Неотъемлемой частью этого образа является наше будущее. О нем постоянно думают все герои романа-эпопеи, так же как враги социализма, планирующие вместе с Лахновским сокрушение нашей страны в XXI столетии. Заглядывая вперед, защитники социализма думают о том, как надо строить дальше жизнь, не допуская ошибок и просчетов.
Вообще герои Анатолия Иванова - люди напряженной мысли. Они держат в памяти весь путь, пройденный нами после Октября, умеют смотреть правде в глаза и говорить только правду себе и людям. Порой им приходится вести нелегкие споры друг с другом. Они не боятся затрагивать самые больные вопросы нашей жизни. Вспомним прямой разговор Поликарпа Кружилина с Василием Субботиным и Яковом Алейниковым о том, почему в конце 1930-х годов в нашей стране допускались нарушения законности и кто в них повинен, или беседы того же Кружилина с Наташей Мироновой о ее репрессированном отце. В романе-эпопее, как небо в океане, отражается вся жизнь нового мира со всеми основными его радостями и горестями, спорами, обретениями и утратами. Самый сложный, "эпохальный" спор ведут Федор, Иван и Анна Савельевы. Он не прекращается на протяжении десятилетий. Временные его решения приводили к трагическим оборотам в судьбах каждого из этих героев, к тяжелым психологическим драмам, раскрытым Анатолием Ивановым с убеждающей художественной силой.
Иногда изображение их требует от писателя очень сложных поэтических средств, и он находит их.

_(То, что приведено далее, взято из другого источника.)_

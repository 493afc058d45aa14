// Package assets embeds the files Brightfold ships inside its binary: the
// demo model folder (model.onnx and card.json of the demo classifier trained
// on the synthetic phantoms of the invented Harbourside Memory Research
// Unit). `make demo-model` retrains the model folder from its seeds; see
// tools/traindemo. Research use only. Not a diagnosis.
package assets

import (
	"embed"
	"io/fs"
)

//go:embed demo-model/model.onnx demo-model/card.json
var demo embed.FS

// DemoModelFolderDir is the repository folder the demo model folder is embedded from.
const DemoModelFolderDir = "demo-model"

// DemoModelFolderName names the embedded model folder in messages and results.
const DemoModelFolderName = "embedded demo model folder"

// DemoModelFolder returns the demo model folder's files: a file system whose single
// top-level folder, DemoModelFolderDir, holds model.onnx and card.json, as a zip
// of a model folder folder has them; inference.LoadModelFolderFS reads it as it is.
func DemoModelFolder() fs.FS { return demo }

// DemoFile returns one file of the demo model folder ("model.onnx" or
// "card.json").
func DemoFile(name string) ([]byte, error) { return demo.ReadFile(DemoModelFolderDir + "/" + name) }
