def test_changed_means_significantly_changed(digits):
    # a copy with 1% multiplicative weight noise computes nearly the same function: (almost) no unit
    # counts as changed; the same network with block 1's channels relabelled (every one moved) changes
    # every live unit of block 1 and, as a function, nothing else
    torch.manual_seed(0)
    noisy = copy.deepcopy(digits["nets"]["base"])
    with torch.no_grad():
        for p in noisy.parameters():
            p.mul_(1 + 0.01 * torch.randn_like(p))
    perm = torch.roll(torch.arange(32), 5)  # a derangement: new channel j is old channel j - 5
    moved = copy.deepcopy(digits["nets"]["base"])
    permute_block(moved, "1", perm)
    cfg = CompareConfig(workers=0, bootstrap=100)
    base = _load(digits["base"])
    s_noisy = _by_layer(compare(base, _load(_save(digits, noisy, "noisy")), corpus=digits["corpus"],
                                layers=[",".join(BLOCKS)], config=cfg))
    s_moved = _by_layer(compare(base, _load(_save(digits, moved, "moved")), corpus=digits["corpus"],
                                layers=[",".join(BLOCKS)], config=cfg))
    for name, e in s_noisy.items():
        live = [u for u in e["units"] if not u["dead"]]
        assert e["mean_corr"] > 0.98, (name, e["mean_corr"])  # it is a small change
        assert any(u["change"] > 0 for u in live)  # which the old rule (change > 0) counted everywhere
        assert e["changed"] <= max(1, len(e["units"]) // 20), (name, e["changed"])
        for u in live:  # the interval is about the point estimate
            assert u["corr_ci"][0] <= u["corr"] + 1e-9 and u["corr"] <= u["corr_ci"][1] + 1e-9
    for name, e in s_moved.items():
        live = [u for u in e["units"] if not u["dead"]]
        if name == "1":
            assert len(live) >= 24 and all(u["changed"] for u in live), [u["corr"] for u in live if not u["changed"]]
        else:
            assert e["changed"] == 0, name


def test_fine_tuning_changes_only_the_tuned_layers(digits):
    s = compare(_load(digits["base"]), _load(digits["tuned"]), corpus=digits["corpus"],
                layers=[",".join(BLOCKS) + ",4"], config=CompareConfig(workers=0, full_maps=True))
    layers = _by_layer(s)
    for name in ("0", "1", "2"):  # frozen: the same computation, so identical activations
        e = layers[name]
        assert e["cka"] == pytest.approx(1.0, abs=1e-9) and e["cka_full_maps"] == pytest.approx(1.0, abs=1e-9)
        assert all(u["corr"] == pytest.approx(1.0, abs=1e-6) and u["jaccard"] == 1.0
                   for u in e["units"] if not u["dead"])
        assert e["most_changed"] == []  # nothing changed, so nothing is listed
    for name in ("3", "4"):  # tuned on the new task
        e = layers[name]
        assert e["cka"] < 0.9 and e["cka_full_maps"] < 0.9, (name, e["cka"], e["cka_full_maps"])
        assert e["cka_ci"][0] <= e["cka"] <= e["cka_ci"][1] and e["cka_ci"][1] < 0.95
        assert e["mean_corr"] < 0.9 and e["mean_jaccard"] < 0.5
        assert e["units"][0]["change"] >= 0 and len(e["most_changed"]) == min(20, e["units_compared"])
    # the interval from resampling 150 of the 600 images, its spread scaled by sqrt(150/600)
    sub = compare(_load(digits["base"]), _load(digits["tuned"]), corpus=digits["corpus"], layers=["3"],
                  config=CompareConfig(workers=0, bootstrap_images=150))["layers"][0]
    lo, hi = layers["3"]["cka_ci"]
    assert sub["cka"] == layers["3"]["cka"] and "150 of 600" in sub["cka_ci_method"]
    assert sub["cka_ci"][0] <= sub["cka"] <= sub["cka_ci"][1]
    assert 0.5 < (sub["cka_ci"][1] - sub["cka_ci"][0]) / (hi - lo) < 2


def test_twin_networks_match_layers_at_the_same_depth(digits):
    # Kornblith et al. 2019, Table 2: for each layer of one network, the most similar layer of an
    # independently trained twin is the one at the same depth (99.3% for linear CKA on their CIFAR-10
    # nets, logits excluded). Our four blocks include two of the same width at the same resolution
    # (1 and 2), the hardest pair to tell apart: over five seed pairs we measured 37 of 40 row and
    # column checks right with pooled features and 35 of 40 with whole maps, 6 to 8 of 8 per pair.
    s = compare(_load(digits["base"]), _load(digits["twin"]), corpus=digits["corpus"],
                layers=[",".join(BLOCKS)], config=CompareConfig(workers=0, bootstrap=0, full_maps=True))
    for kind in ("pooled", "full_maps"):
        M = np.array(s["cka_matrix"][kind])
        hits = (M.argmax(1) == np.arange(4)).sum() + (M.argmax(0) == np.arange(4)).sum()
        assert hits >= 6, (kind, M.round(3))  # most: each layer's best match in the twin, both ways


def test_dead_units_are_flagged_and_ranked_without_nan(digits):
    a, b = copy.deepcopy(digits["nets"]["base"]), copy.deepcopy(digits["nets"]["base"])
    silence_unit(a, "2", 5)
    silence_unit(b, "2", 5)  # dead in both
    silence_unit(b, "2", 7)  # dead in B only
    s = compare(_load(_save(digits, a, "dead_a")), _load(_save(digits, b, "dead_b")), corpus=digits["corpus"],
                layers=["2"], config=QUICK)
    json.dumps(s, allow_nan=False)  # no NaN anywhere
    e = s["layers"][0]
    units = {u["unit"]: u for u in e["units"]}
    both, one = units[5], units[7]
    assert both["dead"] and both["dead_a"] and both["dead_b"] and both["corr"] is None and both["jaccard"] is None
    assert one["dead"] and not one["dead_a"] and one["dead_b"] and one["corr"] is None
    assert both["best_match"] is None and one["best_match"] not in (5, 7)
    assert one["rank"] == 1 and e["most_changed"][0] == 7  # a unit that died changed most
    assert both["change"] == 0.0 and e["dead"] == 2
    assert all(isinstance(u["change"], float) and 0 <= u["change"] <= 1 for u in e["units"])
    assert all(u["best_match"] not in (5, 7) for u in e["units"] if u["best_match"] is not None)


# ----------------------------------------------------------------------------- the command

def _cmd(digits, a, b, out, *extra):
    return ["compare", SPEC, SPEC, "--weights-a", digits[a], "--weights-b", digits[b], "--corpus", digits["corpus"],
            "--size", SIZE, "--mean", ",".join(map(str, MEAN)), "--std", ",".join(map(str, STD)), "--workers", 0,
            "--threads", 1, "--bootstrap", 50, "--out", out, *extra]


def test_cli_models_writes_the_summary_and_tables(digits, tmp_path):
    out = tmp_path / "cmp"
    r = run_cli(*_cmd(digits, "base", "tuned", out, "--layers", "1,3", "--layers", "4:0-4", "--json"))
    s = json.loads(r.stdout)
    assert [e["layer"] for e in s["layers"]] == ["1", "3", "4"]
    for e in s["layers"]:
        assert 0 <= e["cka"] <= 1 and e["units"]
        for u in e["units"]:
            assert {"unit", "corr", "best_match", "best_match_corr", "jaccard"} <= set(u)
    assert [u["unit"] for u in _by_layer(s)["4"]["units"]] == [0, 1, 2, 3, 4]  # the selection
    assert json.loads((out / "compare.json").read_text())["layers"] == s["layers"]
    rows = list(csv.reader((out / "cka_matrix.csv").open()))
    assert rows[0][1:] == ["1", "3", "4"] and [r[0] for r in rows[1:]] == ["1", "3", "4"]
    assert float(rows[2][2]) == pytest.approx(_by_layer(s)["3"]["cka"], abs=1e-9)
    table = list(csv.DictReader((out / "units_3.csv").open()))
    assert len(table) == 48 and int(table[0]["best_match"]) == _by_layer(s)["3"]["units"][0]["best_match"]
    text = run_cli(*_cmd(digits, "base", "tuned", tmp_path / "t", "--layers", "3")).stdout
    assert "most changed" in text and str(tmp_path / "t") in text


def test_another_architecture_gets_layer_similarity_only(digits):
    other = load_model(f"{TESTS / 'nets.py'}:digits_net", size=SIZE)  # untrained, no BatchNorm
    s = compare(_load(digits["base"]), other, corpus=digits["corpus"], layers=["0,3"], layers_b=["1,5"],
                config=CompareConfig(workers=0, bootstrap=0, full_maps=True))
    assert not s["same_architecture"] and np.array(s["cka_matrix"]["full_maps"]).shape == (2, 2)
    assert [(e["layer"], e["layer_b"]) for e in s["layers"]] == [("0", "1"), ("3", "5")]
    assert all(e["units"] == [] and "architectures" in e["units_note"] and 0 < e["cka"] < 1 for e in s["layers"])
    with pytest.raises(UnitlensError, match="as many of each"):
        compare(_load(digits["base"]), other, corpus=digits["corpus"], layers=["0,3"], layers_b=["1"])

В третьей части романа-эпопеи есть превосходный в психологическом отношении эпизод. Федор Савельев сидит в красном уголке на собрании механизаторов по поводу "усиления темпов ремонта и подготовки машинно-тракторного парка к севу". Он слушает доклад Поликарпа Кружилина, одновременно продолжая в душе спор с женой Анной, вспыхнувший с новой силой перед самым собранием. Она сказала Федору: "Господи, как я проклинаю то время, когда замутил ты мою голову! И вот выпил ты всю кровь из меня, все соки… Все, все правильно Иван сказал про тебя: не любишь ты никого - ни меня, ни детей, ни жизнь эту, ни власть, - никого. И себя, должно, не любишь. Зачем тогда ты живешь-то? Зачем?.. И на мне ты хотел жениться из жадности к отцовскому богатству… чтобы… чтобы развратничать потом на заимке, как отец.
- Вовсе интересно, хе-хе!.. - Смешок его, хриплый, глухой, походил на кашель. - Женился-то я в девятнадцатом на тебе, когда в партизанах был. К тому времени от богатства вашего один дым остался.
- Это уж так получилось, что в девятнадцатом… А я говорю - хотел раньше. Любил-то Анфису, жил ведь тогда еще с ней, а жениться хотел на мне… А что от богатства нашего дым один остался, это тебя и точит всю жизнь, как червяк дерево.
- Замолчи… об чем не зняешь! - тихо, с тяжелым стоном попросил он.
- Знаю! - упрямо продолжала Анна. - И отца моего ты жалеешь, которого Иван застрелил. А брата своего за это и ненавидишь… за то, что опомнился он, Иван, тогда, перешел к партизанам, понял, где правда… Ты мстишь ему за это всю жизнь, потому что больше-то никому не в силах мстить… али боишься другим-то! Вот… Этаким никто тебя не знает, а я знаю… Теперь… теперь… тебя и он, Иван, раскусил… Теперь он тебе и вовсе смертельный враг".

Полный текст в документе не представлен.